2. Offen sein - für alle Menschen Gert Flessing Ja, eine Kirche, die auch für die Menschen weit offen ist. Ich glaube, dass wir das brachen. Die Idee der Forster Pfarrer ist gut. Natürlich gehört dazu, das man selbst auch bereit sein, sich für alle zu öffnen. Das Gespräch mit dem frustrierten Menschen, der AfD wählt, zeigt, wie nötig es ist - auch wenn man jemanden nicht überzeugen kann.
Die Flüchtlingspolitik polarisiert natürlich und - die Ängste der Menschen sind da. Dass sie gerade in der Nähe der polnischen Grenze besonders hoch sind, verstehe ich. Grenzregionen sind immer sensibel. Aber so wenig, wie wir die Migranten verteufeln dürfen, sollten wir sie zu sehr positiv betrachten. Sie sind Menschen und Menschen sind nicht per se gut. Jeder von uns weiß ja, das jemand, der neu in den Ort kommt, egal woher er ist, skeptisch betrachtet wird.
Schon von daher ist das offene Gespräch, das niemanden außen vor lässt, wichtig.
Ich habe es, zu meiner Zeit im Amt, immer wieder geführt. Auch in der Kneipe, wenn es sich anbot. Aber auch wir haben, als eine Flüchtlingsunterkunft in unserem Ort eröffnet wurde, die Kirche für eine große Bürgersprechstunde geöffnet, die sich, in jeder Hinsicht, bezahlt gemacht hat.

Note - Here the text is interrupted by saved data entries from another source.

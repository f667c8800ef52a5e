"""Fitted laws of a merged material: what each leaves over by condition, and how the best law's parameters correlate."""

from __future__ import annotations

from typing import TYPE_CHECKING, Any

import numpy as np

from shpb.merge.campaign import Merged, MergedMaterial, NotFitted
from shpb.merge.model_fit import ConditionResidual, ModelFit, ParameterEstimate, Standing
from shpb.view.ink import BODY, DARK, FAINT, INK, SHADE, SMALL, scale
from shpb.view.merge_labels import listed, rate_words, with_u
from shpb.view.merge_pages import (
    LEFT,
    RIGHT,
    Look,
    Sample,
    best_fit,
    header,
    in_words,
    key,
    note,
    range_key,
    spread_over,
)
from shpb.view.page import Page, frame
from shpb.view.text import rounded

if TYPE_CHECKING:
    from matplotlib.axes import Axes
    from matplotlib.colors import Colormap

_MOST_LAWS, _MOST_ROWS = 4, 32
_TOP, _BOTTOM = 6.22, 1.22  # of the panels of residuals [in]
_NAMES, _RESIDUALS_RIGHT = 1.25, 7.25  # where the panels begin and end [in]
_TALLEST, _WIDEST, _PANEL_GAP = 0.30, 2.4, 0.16  # row of a condition, panel, between panels [in]
_MATRIX, _CELL = 7.95, 0.46  # [in]
_NOT_ASKED = "not asked for"  # why no condition was left out where nobody wanted it
_LEFT_OUT: dict[str, Any] = {
    "color": INK,
    "linestyle": "none",
    "marker": "x",
    "markersize": 4.0,
    "markeredgewidth": 0.9,
}
_RMS: dict[str, Any] = {"color": INK, "linewidth": 0.8}


def laws_page(page: Page, merged: Merged, material: MergedMaterial) -> None:
    """Draw the page."""
    sentence = (
        "What each fitted law leaves over by condition: measured less law, relative to the law. Of laws with as many "
        "conditions the lowest AICc is the best. Two parameters with a correlation near +1 or −1 the points tell only "
        "together."
    )
    header(page, merged, material, "laws", sentence)
    best = best_fit(material)
    if best is None:
        _no_law(page, material)
        return
    means = [sample._replace(words=f"{sample.words}: mean residual") for sample in range_key(material)]
    predicted = Sample("root mean square when left out and predicted", _LEFT_OUT)
    key(page, [*means, Sample("± root mean square", _RMS), predicted])
    _residuals(page, material)
    bottom = _matrix(page, best)
    _estimates(page, best, bottom)
    note(page, _note(material, best), most=5)


# --- residuals -----------------------------------------------------------------------------------------


def _residuals(page: Page, material: MergedMaterial) -> None:
    fits = material.fits[:_MOST_LAWS]
    # Laws that know no temperature are fitted to fewer conditions than the others.
    named = {one.condition: one for fit in reversed(fits) for one in fit.conditions}
    every = sorted(named)
    chosen = [every[k] for k in spread_over(len(every), _MOST_ROWS)]
    height = min((_TOP - _BOTTOM) / len(chosen), _TALLEST)
    left = LEFT + _NAMES
    width = min((_RESIDUALS_RIGHT - left + _PANEL_GAP) / len(fits) - _PANEL_GAP, _WIDEST)
    for number, condition in enumerate(chosen):
        one = named[condition]
        y = _TOP - (number + 0.5) * height - 0.3 * SMALL / 72
        words = f"{rate_words(one.rate_per_s)}, {one.temperature_k:.0f} K"
        page.text(left - 0.08, y, words, fontsize=SMALL, horizontalalignment="right")
    for place, fit in enumerate(fits):
        x = left + place * (width + _PANEL_GAP)
        axes = page.axes(x, _TOP - height * len(chosen), width, height * len(chosen))
        _draw_residuals(axes, material, [one for one in fit.conditions if one.condition in chosen], chosen)
        _law_heading(page, fit, x, width)


def _law_heading(page: Page, fit: ModelFit, x: float, width: float) -> None:
    """Name of a law above its panel, and how well it does."""
    count = len(fit.points.conditions)
    words = (_left_out_words(fit), _aicc_words(fit), f"{count} condition{'s' * (count != 1)} fitted")
    for number, said in enumerate(reversed(words)):
        page.text(x, _TOP + 0.07 + 0.13 * number, page.fitted(said, SMALL, width), fontsize=SMALL)
    # Bold letters are broader by about an eighth.
    name = page.wrapped(page.safe(fit.model.name), BODY, 0.87 * width)[:2]
    for number, line in enumerate(reversed(name)):
        page.text(x, _TOP + 0.48 + 0.14 * number, line, fontsize=BODY, fontweight="bold")


def _left_out_words(fit: ModelFit) -> str:
    return "left out: not known" if fit.left_out_rms is None else f"left out: {100 * fit.left_out_rms:.2f} %"


def _aicc_words(fit: ModelFit) -> str:
    return "AICc: not known" if fit.aicc is None else f"AICc {fit.aicc:.1f}".replace("-", "−")


def _draw_residuals(
    axes: Axes, material: MergedMaterial, found: list[ConditionResidual], chosen: list[int]
) -> None:
    """A row for each condition: the mean, the root mean square to both sides, and that of its prediction."""
    largest = 100 * max(max(one.rms, abs(one.mean), one.left_out_rms or 0.0) for one in found)
    largest = max(largest, 1e-3)
    for number in range(0, len(chosen), 2):
        axes.axhspan(number - 0.5, number + 0.5, color=SHADE, linewidth=0, zorder=0)
    x = scale(-1.12 * largest, 1.12 * largest, 5 if axes.get_position().width > 0.12 else 3)
    frame(axes, x, scale(-0.5, len(chosen) - 0.5, 2), "residual (%)", "")
    axes.set_ylim(len(chosen) - 0.5, -0.5)
    axes.set_yticks([])
    axes.plot([0.0, 0.0], [-0.5, len(chosen) - 0.5], label="_zero", color=FAINT, linewidth=0.6, zorder=1)
    for one in found:
        row = chosen.index(one.condition)
        look = Look(material.conditions[one.condition].range, ())
        axes.plot([-100 * one.rms, 100 * one.rms], [row, row], label="rms", zorder=2, **_RMS)
        axes.plot(100 * one.mean, row, label="mean", zorder=3, **look.marker)
        if one.left_out_rms is not None:
            axes.plot(100 * one.left_out_rms, row, label="left out", zorder=2.5, **_LEFT_OUT)


# --- parameters ----------------------------------------------------------------------------------------


def _matrix(page: Page, fit: ModelFit) -> float:
    """Correlation of the fitted parameters, numbers in the cells; return where it ends below [in]."""
    page.text(_MATRIX, _TOP + 0.28, page.fitted(f"{fit.model.name}: correlation", BODY, 3.4, bold=True),
              fontsize=BODY, fontweight="bold")  # fmt: skip
    fitted = [k for k, one in enumerate(fit.estimates) if one.standing is Standing.FITTED]
    if len(fitted) < 2:
        page.text(_MATRIX, _TOP - 0.1, "fewer than two parameters are fitted", fontsize=BODY)
        return _TOP - 0.3
    names = [fit.estimates[k].name for k in fitted]
    beside = max(page.width_of(name, BODY) for name in names) + 0.1
    cell = min(_CELL, (RIGHT - _MATRIX - beside) / len(fitted))
    size = cell * len(fitted)
    axes = page.axes(_MATRIX + beside, _TOP - 0.02 - size, size, size)
    correlation = fit.correlation[np.ix_(fitted, fitted)]
    axes.set_xlim(-0.5, len(fitted) - 0.5)
    axes.set_ylim(len(fitted) - 0.5, -0.5)
    axes.set_xticks([])
    axes.set_yticks([])
    axes.set_axis_off()
    axes.imshow(
        np.abs(correlation), cmap=_greys(), vmin=0.0, vmax=1.0, aspect="auto", interpolation="nearest"
    )
    for row, column in np.ndindex(correlation.shape):
        value = float(correlation[row, column])
        said = "1" if row == column else f"{round(value, 2) + 0.0:+.2f}".replace("-", "−")
        axes.text(column, row, said, fontsize=SMALL, horizontalalignment="center", verticalalignment="center",
                  parse_math=False, color="white" if abs(value) > 0.45 else INK)  # fmt: skip
    for k, name in enumerate(names):
        y = _TOP - 0.02 - (k + 0.5) * cell - 0.3 * BODY / 72
        page.text(_MATRIX + beside - 0.06, y, name, fontsize=BODY, horizontalalignment="right")
        page.text(
            _MATRIX + beside + (k + 0.5) * cell,
            _TOP + 0.05,
            name,
            fontsize=BODY,
            horizontalalignment="center",
        )
    return _TOP - size - 0.02


def _greys() -> Colormap:
    """From white for no correlation to the page's dark for a full one."""
    from matplotlib.colors import LinearSegmentedColormap

    return LinearSegmentedColormap.from_list("correlation", ["white", DARK])


def _estimates(page: Page, fit: ModelFit, top: float) -> None:
    """Every parameter with its interval, or why it has none, and what the law takes as known."""
    y = top - 0.25
    page.text(_MATRIX, y, "parameters with their 95 % intervals", fontsize=BODY, fontweight="bold")
    y -= 0.16
    for one in fit.estimates:
        y = page.paragraph(_MATRIX, y, page.safe(_estimate_words(one)), width=RIGHT - _MATRIX, most=2)
    facts = fit.model.known_facts()
    for fact in fit.model.facts:
        said = f"known: {fact.meaning}, {facts[fact.name]:g} {fact.unit}"
        y = page.paragraph(_MATRIX, y, page.safe(said), width=RIGHT - _MATRIX, most=2)


def _estimate_words(one: ParameterEstimate) -> str:
    factor, unit = (1e-6, " MPa") if one.unit == "Pa" else (1.0, "" if one.unit == "1" else f" {one.unit}")
    if one.value is None:
        return f"{one.name}: not determined: {one.reason}"
    if one.standing is Standing.FIXED:
        return f"{one.name} = {rounded(one.value * factor)}{unit}, {one.reason}"
    if one.u is None or one.low is None or one.high is None:
        return f"{one.name}: {one.reason}"
    return f"{one.name} = {with_u(one.value, one.u, (one.low, one.high), factor)}{unit}"


# --- words ---------------------------------------------------------------------------------------------


def _first_sentence(one: NotFitted) -> str:
    """Why a law was not fitted, without its own name, so that laws with one reason can be said together."""
    why = one.why.removeprefix("points: ").removeprefix(f"{one.model.key}: ")
    return why.replace(one.model.name, "the law").split(". ")[0].rstrip(".")


def _not_fitted(material: MergedMaterial) -> list[str]:
    by_reason: dict[str, list[str]] = {}
    for one in material.not_fitted:
        by_reason.setdefault(_first_sentence(one), []).append(one.model.name)
    return [f"{', '.join(names)}: {why}" for why, names in by_reason.items()]


def _no_law(page: Page, material: MergedMaterial) -> None:
    reasons = _not_fitted(material)
    if not reasons:
        in_words(page, "No law was asked for.")
        return
    y = 6.6
    page.text(1.2, y, "No law was fitted, so there are no residuals and no parameters to show.", fontsize=10)
    y -= 0.3
    for reason in reasons:
        y = page.paragraph(1.2, y, page.safe(reason) + ".", width=9.2, most=3, size=BODY + 1) - 0.08
        if y < 1.0:
            break


def _note(material: MergedMaterial, best: ModelFit) -> str:
    said = []
    if len(best.conditions) > _MOST_ROWS:
        said.append(f"{len(best.conditions) - _MOST_ROWS} more conditions are not drawn.")
    if len(material.fits) > _MOST_LAWS:
        said.append(f"Fitted, not drawn: {listed([f.model.name for f in material.fits[_MOST_LAWS:]])}.")
    alone = {one.left_out_reason for one in best.conditions if one.left_out_reason} - {_NOT_ASKED}
    if alone:
        said.append(f"{best.model.name}, not left out: {'; '.join(sorted(alone))}.")
    # What is said of a parameter alone stands beside it already.
    beside = {f"{one.name}: {one.reason}" for one in best.estimates}
    warnings = [warning for warning in best.warnings if warning not in beside]
    said += [f"{best.model.name}: {warning}." for warning in warnings[:2]]
    reasons = _not_fitted(material)
    if reasons:
        said.append(f"Not fitted: {'; '.join(reasons)}.")
    return " ".join(said)


__all__ = ["laws_page"]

Bei alle dem dürfen wir nie vergessen, das wir Kirche sind und nicht Partei. Dann werden wir auch das für diese Arbeit notwendige Vertrauen bei allen Seiten finden.
3. Kontroverse über Potsdams Garnisionskirche hält an Wolfgang Banse Kein Platz für alle
Nicht jede, nicht jeder kam die Ehre zu Teil am Festgottesdienst am Ostermontag 2024 teil zu nehmen , mit zu feiern.Standesgesellschaft und Standesdünkel wurde hier, sonst auch was in kirchlichen Reihen praktiziert wird.Ausgrenzung, Stigmatisierung,Diskriminierung.Gotteshäuser sind für alle da. Hier sollte es keine Einladungskarten geben, gleich um welche Veranstaltung es sich handelt. Verärgerung trat auf bei Menschen, die keinen Zugang zur Nagelkreuzkapelle hatten.Aber nicht nur verärgerte Menschen gab es an diesem Ostermontag vor der Nagelkreuzkapelle, sondern auch Demonstration , von anders Denkenden, die eine Inbetriebnahme der Nagelkreuzkapelle befürworten.Ein großes Polizeigebot war zu gegen, um die Geladenen zu schützen.Was hat der Einsatz des Sicherheitskräfte, der Polizei dem Steuerzahler gekostet.Ein Gotteshaus wie die Nagelkreuzkapelle in Potsdam soll ein Ort des Gebetes, der Stille, Andacht sein.Garnison hört sich militärisch an-dies sollte es aber nicht sein.Die Stadtgesellschaft in Potsdam ist gespalten, nicht nur was die Nagelkreuzkapelle betrifft.Möge das Gotteshaus ein Ort des Segens sein.Offen und willkommen für Klein und Groß, Jung und Alt.